# Destin Shark fishing



## arkshark (Jun 22, 2010)

In Destin looking for a shark out of surf caught this one last year off the beach at Sandestin - 

Tried Holiday Isle last night sea cat only - how critical is it got gt bait out really deep - what about chum etc


----------



## HuntFishDrink (Mar 3, 2010)

I know a lot of people use kayaks to get the bait out past the sand bar. I don't own a kayak but I surf fish for sharks often. I believe it'srelatively important to get your bait out as far as you can. We always try to fish in groups (at least 2) and go out together. We use snapper scraps from the docks for bait (if we don't have any luck catching ladyfish or blues). We just try to pick a spot that will allow you to wade out a good distance and get a good cast with a long leader and heavy bait....usually get about a 20 yard lob on a good cast.

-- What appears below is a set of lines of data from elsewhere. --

//! `backlit fit`: the values behind one spectrum.

use std::fmt::Write as _;
use std::path::PathBuf;

use backlit_cubes::Spectrum;
use backlit_inverse::clouds::{Choice, Ladder};
use backlit_inverse::setup::Setup;
use backlit_inverse::{Ask, Fit as Answer, Intervals, LEVEL, Observation, Problem, Quantity};
use backlit_species::Catalogue;
use clap::Args;
use serde::Serialize;
use serde_json::{Map, Value, json};

use crate::clouds::{self, Evidence};
use crate::console::{Console, json_text};
use crate::failure::Failure;
use crate::flags;
use crate::observed::{Description, Frame};
use crate::output;

/// Find temperatures, columns, velocity, background of a spectrum
///
/// Every value that the setup leaves open ({ find = [low, high] }) is found,
/// with its 1-sigma uncertainty and with flags that say in words where the
/// answer cannot be trusted. Where a flag says that the uncertainty is not
/// valid, an interval of 68.3 % is walked out instead.
///
/// Example: backlit fit tube.csv --setup sodium.toml -o tube.json
#[derive(Debug, Args)]
#[command(verbatim_doc_comment)]
pub struct Fit {
    /// The spectrum, CSV or HDF5
    #[arg(value_name = "SPECTRUM")]
    spectrum: PathBuf,

    /// What is known and what is to be found, TOML
    #[arg(long, value_name = "SETUP")]
    setup: PathBuf,

    /// Write the answer as JSON to this file too
    #[arg(long, short, value_name = "OUT.json")]
    output: Option<PathBuf>,

    /// Replace the output file if it exists
    #[arg(long)]
    overwrite: bool,

    /// Walk out the 68.3 % interval of every value
    ///
    /// The ends are where chi-square, with all other values refitted, is 1 above
    /// its least. Without this option only values whose uncertainty a flag calls
    /// invalid get an interval. An end that is open is `-`, null in JSON.
    #[arg(long)]
    intervals: bool,

    /// Find how many clouds there are, such as up-to-3
    ///
    /// Fits with 1 to N copies of the setup's one [[cloud]] are compared by the
    /// Bayesian information criterion; a further cloud must also be worth the
    /// search for it. The clouds are numbered by rising velocity where their
    /// order makes no difference.
    #[arg(long, value_name = "up-to-N", value_parser = clouds::most)]
    clouds: Option<usize>,
}

#[derive(Serialize)]
struct Document<'a> {
    schema: &'static str,
    spectrum: String,
    setup: String,
    values: Map<String, Value>,
    sigma: Map<String, Value>,
    upper: Map<String, Value>,
    units: Map<String, Value>,
    flags: Vec<&'a str>,
    chi2_reduced: f64,
    iterations: u32,
    stop: String,
    messages: &'a [String],
    intervals: Map<String, Value>,
    #[serde(skip_serializing_if = "Option::is_none")]
    clouds: Option<Value>,
}

impl Fit {
    /// Fits and prints.
    pub fn run(&self, console: &Console) -> Result<(), Failure> {
        if let Some(path) = &self.output {
            output::refuse_existing(path, self.overwrite)?;
        }
        let setup = Setup::read(&self.setup)?;
        let spectrum = Spectrum::read(&self.spectrum)?;
        for note in &spectrum.notes {
            console.note(&format!("{}: {note}", self.spectrum.display()));
        }
        let frame = Frame::new(
            console,
            &setup,
            &Description {
                wavelength_m: &spectrum.wavelength,
                medium: spectrum.medium,
                intensity_unit: spectrum.intensity_unit.as_deref(),
                path: &self.spectrum,
            },
        )?;
        let measured = frame.measured_background(console, &setup)?;
        let intensity = frame.rising(&spectrum.intensity);
        let uncertainty = spectrum.uncertainty.as_deref().map(|u| frame.rising(u));
        let mask = frame.rising(&spectrum.mask);
        let observation = Observation {
            intensity: &intensity,
            uncertainty: uncertainty.as_deref(),
            mask: &mask,
        };
        let intervals = if self.intervals {
            Intervals::All
        } else {
            Intervals::Doubtful
        };
        let catalogue = Catalogue::builtin();
        let measured = measured.as_deref();
        let (quantities, answer, evidence) = match self.clouds {
            None => {
                let problem = Problem::new(&setup, &frame.axis, &frame.unit, catalogue, measured)?;
                let ask = Ask {
                    intervals,
                    ..Ask::default()
                };
                let answer = problem.fit_with(&mut problem.workspace(), &observation, &ask);
                (problem.quantities().to_vec(), answer, None)
            }
            Some(most) => {
                let ladder =
                    Ladder::new(&setup, most, &frame.axis, &frame.unit, catalogue, measured)?;
                let Choice { clouds, fit, tried } =
                    ladder.fit(&mut ladder.workspaces(), &observation, intervals);
                let evidence = Evidence {
                    chosen: clouds,
                    tried,
                };
                let quantities = ladder.problem(clouds).quantities().to_vec();
                (quantities, fit, Some(evidence))
            }
        };

        let document = self.document(&quantities, &answer, evidence.as_ref());
        if let Some(path) = &self.output {
            output::write_text(path, &json_text(&document)?, self.overwrite)?;
        }
        for message in &answer.messages {
            console.note(message);
        }
        if console.json() {
            console.print_json(&document)
        } else {
            let evidence = evidence.map_or(String::new(), |evidence| evidence.table());
            console.print(&(table(&quantities, &answer) + &evidence))
        }
    }

    fn document<'a>(
        &self,
        quantities: &[Quantity],
        answer: &'a Answer,
        evidence: Option<&Evidence>,
    ) -> Document<'a> {
        // A number that is not finite has no form in JSON: `json!` writes null, which is "no answer".
        let by_name = |values: &[f64]| -> Map<String, Value> {
            quantities
                .iter()
                .zip(values)
                .map(|(quantity, value)| (quantity.name.clone(), json!(value)))
                .collect()
        };
        Document {
            schema: "backlit-fit/1",
            spectrum: self.spectrum.display().to_string(),
            setup: self.setup.display().to_string(),
            values: by_name(&answer.values),
            sigma: by_name(&answer.sigma),
            upper: quantities
                .iter()
                .zip(&answer.upper)
                .filter(|(quantity, _)| is_column(quantity))
                .map(|(quantity, value)| (quantity.name.clone(), json!(value)))
                .collect(),
            units: quantities
                .iter()
                .map(|quantity| (quantity.name.clone(), json!(quantity.units)))
                .collect(),
            flags: answer.flags.names(),
            chi2_reduced: answer.chi2_reduced,
            iterations: answer.iterations,
            stop: answer.stop.name().to_owned(),
            messages: &answer.messages,
            intervals: quantities
                .iter()
                .zip(&answer.intervals)
                .filter_map(|(quantity, interval)| {
                    let interval = (*interval)?;
                    let ends =
                        json!({ "low": interval.low, "high": interval.high, "level": LEVEL });
                    Some((quantity.name.clone(), ends))
                })
                .collect(),
            clouds: evidence.map(Evidence::json),
        }
    }
}

/// Whether a quantity is a logarithm of a column, which has an upper limit where it is not detected.
pub fn is_column(quantity: &Quantity) -> bool {
    quantity.name.contains("_log10_column_")
}

fn table(quantities: &[Quantity], answer: &Answer) -> String {
    let width = quantities
        .iter()
        .map(|quantity| quantity.name.len())
        .fold("quantity".len(), usize::max);
    let mut text = format!(
        "{:<width$}  {:>14}  {:>12}  unit\n",
        "quantity", "value", "1 sigma"
    );
    for (i, quantity) in quantities.iter().enumerate() {
        let at = |values: &[f64]| values.get(i).copied().unwrap_or(f64::NAN);
        let (value, sigma) = rounded(at(&answer.values), at(&answer.sigma));
        let _ = write!(
            text,
            "{:<width$}  {value:>14}  {sigma:>12}  {}",
            quantity.name, quantity.units
        );
        let upper = at(&answer.upper);
        if upper.is_finite() {
            let _ = write!(text, "   (below {upper:.3} at 3 sigma)");
        }
        text.push('\n');
    }
    if answer.intervals.iter().any(Option::is_some) {
        let _ = writeln!(
            text,
            "\n{:<width$}  {:>14}  {:>12}",
            format!("interval of {:.1} %", 100.0 * LEVEL),
            "from",
            "to"
        );
    }
    for (i, (quantity, interval)) in quantities.iter().zip(&answer.intervals).enumerate() {
        let Some(interval) = interval else { continue };
        // Two digits of the nearer end's distance, as with a standard deviation.
        let value = answer.values.get(i).copied().unwrap_or(f64::NAN);
        let reach = [interval.low, interval.high]
            .iter()
            .flatten()
            .map(|end| (end - value).abs())
            .fold(f64::INFINITY, f64::min);
        let [low, high] =
            [interval.low, interval.high].map(|end| rounded(end.unwrap_or(f64::NAN), reach).0);
        let _ = writeln!(text, "{:<width$}  {low:>14}  {high:>12}", quantity.name);
    }
    let _ = writeln!(
        text,
        "\nreduced chi-square {:.4}, {} iterations, stopped: {}",
        answer.chi2_reduced,
        answer.iterations,
        answer.stop.name()
    );
    let names = answer.flags.names();
    if names.is_empty() {
        text.push_str("no flags\n");
    }
    for name in names {
        let _ = writeln!(
            text,
            "flag {name}: {}",
            flags::explain(name).unwrap_or("see the documentation")
        );
    }
    text
}

/// Value and uncertainty with two digits of the uncertainty.
fn rounded(value: f64, sigma: f64) -> (String, String) {
    if !value.is_finite() {
        return ("-".to_owned(), "-".to_owned());
    }
    if !(sigma.is_finite() && sigma > 0.0) {
        return (format!("{value:.6}"), "-".to_owned());
    }
    let size = value.abs().max(sigma);
    if !(1e-4..1e9).contains(&size) {
        // As many digits as the uncertainty leaves.
        let digits = (1.0 + size.log10().floor() - sigma.log10().floor()).clamp(1.0, 12.0) as usize;
        return (format!("{value:.digits$e}"), format!("{sigma:.1e}"));
    }
    let decimals = (1.0 - sigma.log10().floor()).clamp(0.0, 9.0) as usize;
    (format!("{value:.decimals$}"), format!("{sigma:.decimals$}"))
}

#[cfg(test)]
mod tests {
    use super::*;

    #[test]
    fn a_value_is_shown_to_two_digits_of_its_uncertainty() {
        let shown = |value, sigma| {
            let (value, sigma) = rounded(value, sigma);
            format!("{value} {sigma}")
        };
        assert_eq!(shown(1503.1514, 12.34), "1503 12");
        assert_eq!(shown(-20.00123, 0.0344), "-20.001 0.034");
        assert_eq!(shown(12.5, f64::NAN), "12.500000 -");
        assert_eq!(shown(1.2345e-20, 3.4e-22), "1.234e-20 3.4e-22");
        assert_eq!(shown(5.6789e12, 1.23e10), "5.679e12 1.2e10");
        assert_eq!(shown(f64::NAN, 1.0), "- -");
    }
}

I've also caught them just casting from the beach (smaller ones). We usually make our last wade and cast right at dusk...there's just something a little nerve-wracking about walking out in the surf in the dark with a hunk of bloody bait hanging over your shoulder...knowing the sharks are biting. Good luck and let us know if you have any luck...tough this time of year with the june grass.


----------



## PAWGhunter (Feb 3, 2010)

> *HuntFishDrink (23/06/2010)*We usually make our last wade and cast right at dusk...there's just something a little nerve-wracking about walking out in the surf in the dark with a hunk of bloody bait hanging over your shoulder...knowing the sharks are biting.


I know that feeling. I won't wade out baits any later thanan hour before sunset or a hour after sunrise:nonono I've caught too many big sharks within casting distance of shore(where I would be wading) in those times.

Arkshark, just invest in a little 8ft kayak or a inflatable and take the baits out...it would be around $200 for a small kayak and well worth it.


----------